(Collected data entries)
%%
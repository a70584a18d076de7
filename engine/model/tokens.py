"""Words of the expression grammar: numbers, names and operators, each with its column."""

from __future__ import annotations

import re
from dataclasses import dataclass
from fractions import Fraction
from typing import Literal, TypeAlias

from engine.errors import DesignError

Kind: TypeAlias = Literal["number", "name", "operator", "end"]

_SPACE = re.compile(r"[\s\u00a0\u2009\u202f]+")
_NUMBER = re.compile(r"(?:[0-9]+\.?[0-9]*|\.[0-9]+)(?:[eE][-+−]?[0-9]+)?")
_NAME = re.compile("[A-Za-z_Α-Ωα-ω][A-Za-z0-9_Α-Ωα-ω]*")
_RAISED = re.compile("[⁰¹²³⁴⁵⁶⁷⁸⁹]+")
_RAISED_DIGITS = str.maketrans("⁰¹²³⁴⁵⁶⁷⁸⁹", "0123456789")
_OPERATORS = {"*": "*", "·": "*", "⋅": "*", "×": "*", "−": "-", **{c: c for c in "+-/^()"}}
_LONGEST_NUMBER = 400


@dataclass(frozen=True, slots=True)
class Token:
    """One word; `value` is set for numbers only."""

    kind: Kind
    text: str
    column: int
    value: Fraction = Fraction(0)


def refusal(column: int, what: str) -> DesignError:
    """The error of an expression, with the column (counted from 1) that it is about."""
    return DesignError("text", f"column {column}: {what}")


def tokens_of(text: str) -> list[Token]:
    """The words of `text`, an "end" token last. A raised digit such as ² comes out as ^ and a number.

    Raises DesignError `text` with the column of what is not part of the grammar.
    """
    found: list[Token] = []
    at = 0
    while at < len(text):
        if space := _SPACE.match(text, at):
            at = space.end()
            continue
        column = at + 1
        if number := _NUMBER.match(text, at):
            found.append(Token("number", number.group(), column, _value(number.group(), column)))
            at = number.end()
        elif raised := _RAISED.match(text, at):
            digits = raised.group().translate(_RAISED_DIGITS)
            found += [Token("operator", "^", column), Token("number", digits, column, _value(digits, column))]
            at = raised.end()
        elif name := _NAME.match(text, at):
            found.append(Token("name", name.group(), column))
            at = name.end()
        elif text.startswith("**", at):
            found.append(Token("operator", "^", column))
            at += 2
        elif (operator := _OPERATORS.get(text[at])) is not None:
            found.append(Token("operator", operator, column))
            at += 1
        else:
            raise refusal(column, _stranger(text[at]))
    return [*found, Token("end", "", len(text) + 1)]


def _stranger(character: str) -> str:
    if character == ",":
        return "',' is not part of a formula; write decimals with a point, as 3.2"
    if character in "[]{}":
        return f"'{character}' is not part of a formula; group with ( and )"
    return f"{character!r} is not part of a formula; use numbers, s, + - * / ^, ( ) and exp(-0.002*s)"


def _value(text: str, column: int) -> Fraction:
    if len(text) > _LONGEST_NUMBER:
        raise refusal(column, f"a number of {len(text)} characters is too long; 17 digits are enough")
    text = text.replace("−", "-")
    approximate = float(text)
    if approximate in (float("inf"), 0.0):
        # Decided in floating point first: the exact 1e999999999 would fill the memory.
        if approximate or any(c in "123456789" for c in re.split("[eE]", text)[0]):
            raise refusal(column, f"{text[:40]} is beyond the range of numbers, 1e-308 to 1e308")
        return Fraction(0)
    return Fraction(text)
%%
* [THE TASK]: Pull out all lines from the entries above that include the word "grammar".

* [SOLUTION TO THIS PROBLEM]:
"""Words of the expression grammar: numbers, names and operators, each with its column."""
    Raises DesignError `text` with the column of what is not part of the grammar.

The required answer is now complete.